With Expression Blend and Web we have (effectively) two WYSIWIG tools (Web is a “standards” XHTML tool, Blend a “XAML designer”).  In some ways these two pieces of the studio might thus stand on their own, as the desire to build a XAML interface vs. a XHTML site are today somewhat silo-ed entities.  But if you look at some of the killer “Windows” and “Web” apps that are emerging, particularly in the last year, it is clear that the dividing line between a web/windows app is an increasingly meaningless distinction.  The best Windows apps today incorporate the power of the network and “cloud”, while taking full advantage of the desktop hardware, local storage, connectivity to hardware devices, and a variety of presentation contexts (such as the living room, desktop, or notebook on the road) for optimal end user experience.
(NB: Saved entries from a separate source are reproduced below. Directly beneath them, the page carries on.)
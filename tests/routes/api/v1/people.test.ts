import { afterAll, beforeAll, beforeEach, describe, expect, test, vi } from 'vitest'
import { GET as getMe } from '@/app/api/v1/me/route'
import { DELETE as deleteDraft, GET as getDraft, PUT as putDraft } from '@/app/api/v1/drafts/[form]/route'
import { GET as getPeople, POST as postPerson } from '@/app/api/v1/people/route'
import { GET as getPerson, PATCH as patchPerson } from '@/app/api/v1/people/[userId]/route'
import { GET as getPreference, PUT as putPreference } from '@/app/api/v1/preferences/[key]/route'
import { DELETE as deleteToken } from '@/app/api/v1/tokens/[tokenId]/route'
import { GET as getTokens, POST as postToken } from '@/app/api/v1/tokens/route'
import { getDatabase, type OpenDatabase } from '@/db/client'
import { idempotencyKeys } from '@/db/schema'
import { signIn } from '@/lib/access/sign-in'
import type * as session from '@/lib/auth/session'
import { freshDatabase } from '@/tests/support/fresh-database'
import { hashForTests, makePerson, TEST_PASSWORD } from '@/tests/support/make-person'

/* The one thing a route test cannot have is the framework's cookie jar. */
const cookie = vi.hoisted((): { secret: string | null } => ({ secret: null }))
vi.mock('@/lib/auth/session', async (original) => ({
  ...(await original<typeof session>()),
  readSessionSecret: async () => cookie.secret,
}))

const ORIGIN = 'http://localhost:3000'
let opened: OpenDatabase
let passwordHash: string
beforeAll(async () => {
  opened = await freshDatabase()
  passwordHash = await hashForTests()
})
afterAll(() => opened.close())
beforeEach(() => {
  cookie.secret = null
})

let address = 0
const nextAddress = () => `10.2.${++address >> 8}.${address & 255}`

function send(method: string, path: string, body?: unknown, headers: Record<string, string> = {}): Request {
  return new Request(`${ORIGIN}${path}`, {
    method,
    headers: {
      ...(body === undefined ? {} : { 'Content-Type': 'application/json' }),
      ...headers,
    },
    ...(body === undefined ? {} : { body: typeof body === 'string' ? body : JSON.stringify(body) }),
  })
}

async function problem(response: Response) {
  expect(response.headers.get('content-type')).toBe('application/problem+json')
  expect(response.headers.get('cache-control')).toBe('private, no-store')
  const body: Record<string, unknown> = await response.json()
  expect(body).toMatchObject({ status: response.status, type: `urn:inverse-kelvin:problem:${String(body.code)}` })
  expect(Object.keys(body)).toEqual(
    expect.arrayContaining(['type', 'title', 'status', 'detail', 'code', 'issues', 'requestId']),
  )
  expect(JSON.stringify(body)).not.toMatch(/node_modules|at .*\.ts:/)
  return body
}

async function signedIn(role: 'technician' | 'admin' = 'technician') {
  const person = await makePerson(role, { passwordHash })
  const { secret } = await signIn(
    { email: person.email, password: TEST_PASSWORD },
    { address: nextAddress(), userAgent: '', knownPeople: [] },
  )
  cookie.secret = secret
  return person
}

async function tokenFor(email: string, more: Record<string, unknown> = {}) {
  const response = await postToken(
    send(
      'POST',
      '/api/v1/tokens',
      { email, password: TEST_PASSWORD, name: 'rig computer', ...more },
      { 'X-Forwarded-For': nextAddress() },
    ),
  )
  expect(response.status).toBe(201)
  const body: { id: string; secret: string } = await response.json()
  return body
}
const bearer = (secret: string) => ({ Authorization: `Bearer ${secret}` })

describe('who is it', () => {
  test('nobody: 401 that says how', async () => {
    const response = await getMe(send('GET', '/api/v1/me'))
    expect(response.status).toBe(401)
    expect(response.headers.get('www-authenticate')).toMatch(/^Bearer/)
    expect((await problem(response)).code).toBe('not-signed-in')
  })

  test('a session', async () => {
    const person = await signedIn()
    const response = await getMe(send('GET', '/api/v1/me'))
    expect(response.status).toBe(200)
    expect(response.headers.get('cache-control')).toBe('private, no-store')
    expect(await response.json()).toEqual({
      id: person.id,
      email: person.email,
      displayName: person.displayName,
      role: 'technician',
      memberships: {},
      tokenScopes: null,
      tokenCampaignId: null,
    })
  })

  test.each(['Bearer ik_' + 'A'.repeat(43), 'Bearer x', 'Basic dXNlcjpwYXNz', 'Bearer', ''])(
    'an Authorization header that opens nothing is refused, and the cookie does not count then: %j',
    async (header) => {
      await signedIn()
      expect((await getMe(send('GET', '/api/v1/me', undefined, { Authorization: header }))).status).toBe(401)
    },
  )
})

describe('tokens', () => {
  test('are made with name and password, shown once, listed without the secret, and end at once', async () => {
    const person = await makePerson('researcher', { passwordHash })
    const made = await tokenFor(person.email, { scopes: ['read', 'write'], validDays: 7 })
    expect(made.secret).toMatch(/^ik_[A-Za-z0-9_-]{43}$/)
    const me = await getMe(send('GET', '/api/v1/me', undefined, bearer(made.secret)))
    expect(await me.json()).toMatchObject({ id: person.id, tokenScopes: ['read', 'write'] })
    const list = await getTokens(send('GET', '/api/v1/tokens', undefined, bearer(made.secret)))
    const text = await list.text()
    expect(text).toContain(made.id)
    expect(text).not.toContain(made.secret)
    const gone = await deleteToken(send('DELETE', `/api/v1/tokens/${made.id}`, undefined, bearer(made.secret)), {
      params: Promise.resolve({ tokenId: made.id }),
    })
    expect(gone.status).toBe(204)
    expect((await getMe(send('GET', '/api/v1/me', undefined, bearer(made.secret)))).status).toBe(401)
  })

  test('need no origin, as they ride on no cookie', async () => {
    const person = await makePerson('researcher', { passwordHash })
    const made = await tokenFor(person.email)
    const response = await deleteToken(
      send('DELETE', `/api/v1/tokens/${made.id}`, undefined, {
        ...bearer(made.secret),
        Origin: 'https://elsewhere.example',
      }),
      { params: Promise.resolve({ tokenId: made.id }) },
    )
    expect(response.status).toBe(204)
  })

  test('of others are not there', async () => {
    const mine = await tokenFor((await makePerson('researcher', { passwordHash })).email)
    const theirs = await tokenFor((await makePerson('researcher', { passwordHash })).email)
    const refused = await deleteToken(send('DELETE', `/api/v1/tokens/${theirs.id}`, undefined, bearer(mine.secret)), {
      params: Promise.resolve({ tokenId: theirs.id }),
    })
    const missing = await deleteToken(send('DELETE', `/api/v1/tokens/none`, undefined, bearer(mine.secret)), {
      params: Promise.resolve({ tokenId: 'none' }),
    })
    expect(refused.status).toBe(404)
    expect({ ...(await problem(refused)), requestId: '' }).toEqual({ ...(await problem(missing)), requestId: '' })
    expect((await getMe(send('GET', '/api/v1/me', undefined, bearer(theirs.secret)))).status).toBe(200)
  })

  test('of scope read do not manage tokens', async () => {
    const person = await makePerson('researcher', { passwordHash })
    const reader = await tokenFor(person.email, { scopes: ['read'] })
    expect((await getTokens(send('GET', '/api/v1/tokens', undefined, bearer(reader.secret)))).status).toBe(403)
  })

  test('for a campaign one has no part in: 404', async () => {
    const person = await makePerson('researcher', { passwordHash })
    const response = await postToken(
      send(
        'POST',
        '/api/v1/tokens',
        { email: person.email, password: TEST_PASSWORD, name: 'x', campaignId: 'somebody-elses' },
        { 'X-Forwarded-For': nextAddress() },
      ),
    )
    expect(response.status).toBe(404)
  })

  test('a wrong password and a name nobody has give the same answer', async () => {
    const person = await makePerson('researcher', { passwordHash })
    const answers = []
    for (const email of [person.email, 'nobody-at-all@example.test']) {
      const response = await postToken(
        send(
          'POST',
          '/api/v1/tokens',
          { email, password: 'not the right one at all', name: 'x' },
          { 'X-Forwarded-For': nextAddress() },
        ),
      )
      const headers = Object.fromEntries(response.headers)
      answers.push({
        status: response.status,
        headers: { ...headers, 'x-request-id': '' },
        body: { ...(await problem(response)), requestId: '' },
      })
    }
    expect(answers[0]).toEqual(answers[1])
    expect(answers[0]).toMatchObject({ status: 401 })
  })
})

describe('requests', () => {
  test('with fields that are not known are refused, and say which', async () => {
    const response = await postToken(
      send('POST', '/api/v1/tokens', { email: 'a@example.test', password: 'x', name: 'y', role: 'admin' }),
    )
    expect(response.status).toBe(400)
    expect(JSON.stringify((await problem(response)).issues)).toContain('role')
  })

  test('that are no JSON are refused', async () => {
    expect((await postToken(send('POST', '/api/v1/tokens', '{"email":'))).status).toBe(400)
    const form = new Request(`${ORIGIN}/api/v1/tokens`, { method: 'POST', body: new URLSearchParams({ email: 'x' }) })
    expect((await postToken(form)).status).toBe(415)
    const long = send('POST', '/api/v1/tokens', JSON.stringify({ email: 'x'.repeat(1_000_001) }))
    expect((await postToken(long)).status).toBe(413)
  })

  test('with a parameter twice are refused', async () => {
    const person = await makePerson('admin', { passwordHash })
    const { secret } = await tokenFor(person.email)
    expect((await getTokens(send('GET', '/api/v1/tokens?userId=a&userId=b', undefined, bearer(secret)))).status).toBe(
      400,
    )
    expect((await getTokens(send('GET', '/api/v1/tokens?other=a', undefined, bearer(secret)))).status).toBe(400)
  })
})

describe('a change that rides on a cookie', () => {
  const draft = (headers: Record<string, string>) =>
    putDraft(send('PUT', '/api/v1/drafts/log-run', { content: { mass: '80 mg' } }, headers), {
      params: Promise.resolve({ form: 'log-run' }),
    })

  test.each([
    ['from here', { Origin: ORIGIN }],
    ['from here, as the browser says too', { Origin: ORIGIN, 'Sec-Fetch-Site': 'same-origin' }],
    ['with no Origin, where the browser says it is from here', { 'Sec-Fetch-Site': 'same-origin' }],
  ])('%s is taken', async (_, headers) => {
    await signedIn()
    expect((await draft(headers)).status).toBe(200)
  })

  test.each([
    ['with neither Origin nor Sec-Fetch-Site', {}],
    ['from another site', { Origin: 'https://elsewhere.example', 'Sec-Fetch-Site': 'cross-site' }],
    ['from another port', { Origin: 'http://localhost:3001' }],
    ['from a sandboxed frame', { Origin: 'null' }],
    ['from a neighbour', { Origin: ORIGIN, 'Sec-Fetch-Site': 'same-site' }],
    ['with no Origin, from another site', { 'Sec-Fetch-Site': 'cross-site' }],
    ['with no Origin, typed in', { 'Sec-Fetch-Site': 'none' }],
    [
      'with a Host that agrees with its Origin',
      { Origin: 'https://elsewhere.example', 'X-Forwarded-Host': 'elsewhere.example' },
    ],
    ['from a name that begins like ours', { Origin: 'http://localhost:3000.elsewhere.example' }],
  ])('%s is refused and changes nothing', async (_, headers) => {
    await signedIn()
    const response = await draft(headers)
    expect(response.status).toBe(403)
    expect((await problem(response)).code).toBe('bad-origin')
    const read = await getDraft(send('GET', '/api/v1/drafts/log-run'), { params: Promise.resolve({ form: 'log-run' }) })
    expect(await read.json()).toEqual({ draft: null })
  })
})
Similarly, the best “Web” apps today increasingly offer richer, less-latent, more productive experiences—hereto not expected in a “browser”.  Microsoft’s many platform investments, in web and media servers, client and server scripting, and SDKs/APIs for both Windows and ubiquitous browser based runtimes, likewise break down the traditional notion of web vs Windows.  

For Expression Studio v1 we will deliver Blend, Web, Design, and Media—four products with varying degrees of direct integration.  Design and Blend are particularly well integrated, sharing a common UI, and a coupled XAML workflow that really focuses on the staged process of taking “visual design” elements and applying them to interactive interface elements/controls/layout.  Web sits a little astride for now, with a focus on XHTML and ASP.NET website development, while Media is a pure workflow play, offering a kick-ass asset management solution (note: I’ve been a fan of iView Media Pro, the product we acquired in June 2006 explicitly to bring into the Expression Studio; I first started using MediaPro back in 2000, and today have over 30,000 images/files in my catalogs that I keep track of using the tool).  As the “WPF/E” technology comes to market, the natural need for XAML markup will extend across all of the products in the family, forming a common lingua franca for describing the look and behavior of everything from a Windows application control to a interactive video website that runs perfectly on a Mac OS browser such as Safari.

Our vision is that in the same sense that other creative tool suites have focused on Desktop Publishing and Photography, or Apple’s FCP as an all things video/media… the Expression Studio will be an integrated solution of tools for crafting the best User Experiences—whether those be for Windows, the Web, or beyond…  This is very much a still emerging market segment, one that we expect will grow rapidly in the years ahead as the creative designers and developers in the space usher in a new era of rich, compelling experiences for computers, devices, and other “surfaces” (on walls and floors, among others!